RECORDS SUPPLIED:
╔══
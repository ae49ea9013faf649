package org.soakwright.planner.report;

import static org.junit.jupiter.api.Assertions.assertEquals;

import org.junit.jupiter.params.ParameterizedTest;
import org.junit.jupiter.params.provider.CsvSource;

class FiguresTest {
    @ParameterizedTest
    @CsvSource({
        "25, 25.00",
        "24.98765, 24.99",
        "999.96, 1000",
        "12345.6, 12346",
        "-0.41017, -0.4102",
        "0.00012345, 0.0001234",
        "0.000012346, 1.235e-5",
        "1e-18, ~0",
        "0, 0",
    })
    void aReadingHasFourSignificantDigits(double value, String shown) {
        assertEquals(shown, Figures.measured(value));
    }

    @ParameterizedTest
    @CsvSource({"600, 600", "1.2, 1.2", "0.45, 0.45", "1234.5, 1234", "100000, 100000"})
    void anAmountToMakeUpHasNoIdleZeros(double value, String shown) {
        assertEquals(shown, Figures.made(value));
    }

    @ParameterizedTest
    @CsvSource({"25.00003, 25, 25.00003", "25.4, 25, 25.40", "24.9999, 25, 24.9999", "0.09999999, 0.1, 0.09999999"})
    void aFailedLimitIsNeverShownAsIfItWereMet(double value, double limit, String shown) {
        assertEquals(shown, Figures.apart(value, limit));
    }
}
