package org.soakwright.planner.report;

import com.fasterxml.jackson.core.JsonFactory;
import com.fasterxml.jackson.core.JsonParser;
import com.fasterxml.jackson.core.JsonToken;
import java.io.IOException;
import java.util.ArrayList;
import java.util.LinkedHashMap;
import java.util.List;
import java.util.Map;
import org.jspecify.annotations.Nullable;

/** JSON read back into maps in the order written, lists, strings, numbers, truths and null. */
public final class Json {
    private final JsonParser parser;

    private Json(JsonParser parser) {
        this.parser = parser;
    }

    public static Map<String, @Nullable Object> object(String text) throws IOException {
        try (JsonParser parser = new JsonFactory().createParser(text)) {
            parser.nextToken();
            return new Json(parser).object();
        }
    }

    private Map<String, @Nullable Object> object() throws IOException {
        Map<String, @Nullable Object> members = new LinkedHashMap<>();
        while (parser.nextToken() != JsonToken.END_OBJECT) {
            String name = parser.currentName();
            parser.nextToken();
            if (members.put(name, value()) != null) {
                throw new IOException("twice: " + name);
            }
        }
        return members;
    }

    private List<@Nullable Object> array() throws IOException {
        List<@Nullable Object> elements = new ArrayList<>();
        while (parser.nextToken() != JsonToken.END_ARRAY) {
            elements.add(value());
        }
        return elements;
    }

    private @Nullable Object value() throws IOException {
        return switch (parser.currentToken()) {
            case START_OBJECT -> object();
            case START_ARRAY -> array();
            case VALUE_STRING -> parser.getText();
            case VALUE_NUMBER_INT, VALUE_NUMBER_FLOAT -> parser.getDoubleValue();
            case VALUE_TRUE -> true;
            case VALUE_FALSE -> false;
            case VALUE_NULL -> null;
            default -> throw new IOException("unexpected " + parser.currentToken());
        };
    }

    /** What a path of names and positions leads to. */
    @SuppressWarnings("unchecked")
    public static @Nullable Object at(@Nullable Object from, Object... path) {
        @Nullable Object here = from;
        for (Object step : path) {
            if (step instanceof Integer index) {
                here = ((List<@Nullable Object>) java.util.Objects.requireNonNull(here)).get(index);
            } else {
                here = ((Map<String, @Nullable Object>) java.util.Objects.requireNonNull(here)).get((String) step);
            }
        }
        return here;
    }

    /** The number a path leads to. */
    public static double number(@Nullable Object from, Object... path) {
        return (double) java.util.Objects.requireNonNull(at(from, path));
    }

    /** The names of the members of what a path leads to. */
    @SuppressWarnings("unchecked")
    public static List<String> names(@Nullable Object from, Object... path) {
        return List.copyOf(((Map<String, @Nullable Object>) java.util.Objects.requireNonNull(at(from, path))).keySet());
    }
}
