package org.soakwright.planner.report;

import static org.junit.jupiter.api.Assertions.assertEquals;
import static org.junit.jupiter.api.Assertions.assertThrows;

import java.util.List;
import java.util.OptionalDouble;
import org.junit.jupiter.api.Test;
import org.junit.jupiter.params.ParameterizedTest;
import org.junit.jupiter.params.provider.ValueSource;

/** RFC 4180, Common Format and MIME Type for CSV Files, section 2; its rules are named by their numbers. */
class CsvTest {
    /** Rules 1 and 4: lines end with CR LF, the last one too; fields are parted by commas, none after the last. */
    @Test
    void linesEndWithCarriageReturnAndLineFeed() {
        Csv csv = new Csv(List.of("step", "time [s]"));
        csv.text("first water").number(35100).end();
        assertEquals("step,time [s]\r\nfirst water,35100\r\n", csv.toString());
    }

    /** Rules 6 and 7: fields with commas, quotes or line breaks stand in quotes, and quotes are doubled. */
    @Test
    void whatIsReadBackIsWhatWasWritten() {
        List<String> hard = List.of("a,b", "say \"soak\"", "two\r\nlines", "", " blank before", "żółw, مياه");
        Csv csv = new Csv(List.of("1", "2", "3", "4", "5", "6"));
        hard.forEach(csv::text);
        csv.end();
        assertEquals(hard, CsvText.read(csv.toString()).get(1));
    }

    @ParameterizedTest
    @ValueSource(doubles = {0.1, 1 / 3.0, -2.5e-7, 6.02e23, 40, 123456789.125, -0.0})
    void aNumberComesBackToTheLastBit(double value) {
        Csv csv = new Csv(List.of("value"));
        csv.number(value).end();
        assertEquals(
                value + 0.0,
                Double.parseDouble(CsvText.read(csv.toString()).get(1).get(0)));
    }

    @ParameterizedTest
    @ValueSource(strings = {"=1+1", "+46", "-ice", "@SUM(A1)", "\tx"})
    void noTextIsAFormula(String text) {
        Csv csv = new Csv(List.of("name"));
        csv.text(text).end();
        assertEquals("'" + text, CsvText.read(csv.toString()).get(1).get(0));
    }

    @Test
    void aNegativeNumberIsNoFormula() {
        Csv csv = new Csv(List.of("change"));
        csv.number(-0.5).end();
        assertEquals("change\r\n-0.5\r\n", csv.toString());
    }

    @Test
    void aRowIsAsLongAsTheHeader() {
        Csv csv = new Csv(List.of("a", "b"));
        csv.text("x");
        assertThrows(IllegalStateException.class, csv::end);
        csv.number(OptionalDouble.empty()).end();
        assertThrows(ArithmeticException.class, () -> csv.number(Double.NaN));
    }
}
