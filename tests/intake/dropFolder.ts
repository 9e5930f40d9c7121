import { mkdir, mkdtemp, rm } from 'node:fs/promises'
import { tmpdir } from 'node:os'
import { join } from 'node:path'
import { startIntake } from '../../src/intake/index.ts'
import type {
  Arrival,
  DropFolder,
  FileMark,
  Intake,
  IntakeEvent,
  IntakeOptions,
  IntakePorts,
} from '../../src/intake/types.ts'

/** A drop folder of its own, and ports that remember what they were told. Removed at the end of the test. */
export interface Room {
  readonly folder: string
  readonly arrivals: Arrival[]
  readonly events: IntakeEvent[]
  /** Files whose content was asked about, in order. */
  readonly checked: string[]
  readonly ports: IntakePorts
  readonly path: (file: string) => string
  start(options?: Partial<IntakeOptions>, instrument?: Partial<DropFolder>): Intake
  readonly files: () => string[]
  readonly texts: () => string[]
  end(): Promise<void>
}

/** A text file is whole, here, when it ends in END. */
const endsInEnd = (bytes: Uint8Array): boolean => /END\n?$/.test(Buffer.from(bytes).toString())

export const openRoom = async (): Promise<Room> => {
  const home = await mkdtemp(join(tmpdir(), 'intake-'))
  const folder = join(home, 'drop')
  await mkdir(folder)
  const arrivals: Arrival[] = []
  const events: IntakeEvent[] = []
  const checked: string[] = []
  const seen = new Map<string, FileMark>()
  const running: Intake[] = []
  const ports: IntakePorts = {
    seen: (instrument, file) => seen.get(`${instrument} ${file}`) ?? null,
    claim: (arrival) => {
      arrivals.push(arrival)
      seen.set(`${arrival.instrument} ${arrival.file}`, arrival.mark)
    },
    readsCompletely: async (_instrument, file, bytes) => {
      checked.push(file)
      return endsInEnd(bytes)
    },
    now: Date.now,
    tell: (event) => void events.push(event),
  }
  return {
    folder,
    arrivals,
    events,
    checked,
    ports,
    path: (file) => join(folder, file),
    start: (options = {}, instrument = {}) => {
      const uv1 = { name: 'uv1', dropFolder: folder, files: '**/*.{csv,txt}', ...instrument }
      const quick = { settleMs: 100, giveUpMs: 60_000, checkEveryMs: 100, scanEveryMs: 60_000 }
      const intake = startIntake([uv1], ports, { ...quick, ...options })
      running.push(intake)
      return intake
    },
    files: () => arrivals.map(({ file }) => file),
    texts: () => arrivals.map(({ bytes }) => Buffer.from(bytes).toString()),
    end: async () => {
      for (const intake of running) await intake.stop()
      await rm(home, { recursive: true, force: true })
    },
  }
}

/** Resolves as soon as the condition holds; fails after so many milliseconds. */
export const until = async (condition: () => boolean, timeoutMs = 8_000): Promise<void> => {
  const deadline = performance.now() + timeoutMs
  while (!condition()) {
    if (performance.now() > deadline) throw new Error(`not within ${timeoutMs} ms: ${condition}`)
    await pause(10)
  }
}

export const pause = (ms: number): Promise<void> => new Promise((resolve) => setTimeout(resolve, ms))
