import { readFileSync } from 'node:fs'
import { describe, expect, it } from 'vitest'
import { isNetworkFileSystem, mountOf } from '../../src/intake/mounts.ts'

// The first line is the worked example of proc_pid_mountinfo(5), from memory; the others follow its format.
const table = `36 35 98:0 /mnt1 /mnt2 rw,noatime master:1 - ext3 /dev/root rw,errors=continue
22 1 8:1 / / rw,relatime shared:1 - ext4 /dev/sda1 rw
40 22 0:44 / /srv/drop rw shared:7 master:3 - nfs4 files.lab.example:/drop rw,vers=4.2
41 40 0:45 / /srv/drop/uv\\0402 rw - cifs //files.lab.example/uv2 rw
42 22 0:46 / /srv/twice rw - tmpfs none rw
43 22 0:47 / /srv/twice rw - fuse.sshfs bench@lab.example:/ rw
`

describe('the file system that a folder lies on', () => {
  it.each([
    ['/mnt2/uv1', '/mnt2', 'ext3'],
    ['/mnt22', '/', 'ext4'],
    ['/srv/drop', '/srv/drop', 'nfs4'],
    ['/srv/drop/uv1/a', '/srv/drop', 'nfs4'],
    ['/srv/drop/uv 2/a', '/srv/drop/uv 2', 'cifs'],
    ['/srv/twice', '/srv/twice', 'fuse.sshfs'],
  ])('%s lies on %s, %s', (path, mountPoint, type) => {
    expect(mountOf(table, path)).toEqual({ mountPoint, type })
  })

  it('where nothing is known nothing is claimed', () => {
    expect(mountOf('', '/srv')).toBeNull()
  })

  it('shares are polled, disks of this machine are watched', () => {
    expect(['nfs', 'nfs4', 'cifs', 'smb3', '9p', 'fuse.sshfs'].every(isNetworkFileSystem)).toBe(true)
    expect(['ext4', 'xfs', 'btrfs', 'tmpfs', 'overlay', 'fuseblk', 'vfat'].some(isNetworkFileSystem)).toBe(false)
  })

  it.skipIf(process.platform !== 'linux')('the kernel’s own table is understood', () => {
    expect(mountOf(readFileSync('/proc/self/mountinfo', 'utf8'), '/proc')).toEqual({
      mountPoint: '/proc',
      type: 'proc',
    })
  })
})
╚══
Here the output must be the lines above from the line with "export const openRoom" to the line with "return endsInEnd(bytes)", both included, duplicated word for word and nothing else.

export const openRoom = async (): Promise<Room> => {
  const home = await mkdtemp(join(tmpdir(), 'intake-'))
  const folder = join(home, 'drop')
  await mkdir(folder)
  const arrivals: Arrival[] = []
  const events: IntakeEvent[] = []
  const checked: string[] = []
  const seen = new Map<string, FileMark>()
  const running: Intake[] = []
  const ports: IntakePorts = {
    seen: (instrument, file) => seen.get(`${instrument} ${file}`) ?? null,
    claim: (arrival) => {
      arrivals.push(arrival)
      seen.set(`${arrival.instrument} ${arrival.file}`, arrival.mark)
    },
    readsCompletely: async (_instrument, file, bytes) => {
      checked.push(file)
      return endsInEnd(bytes)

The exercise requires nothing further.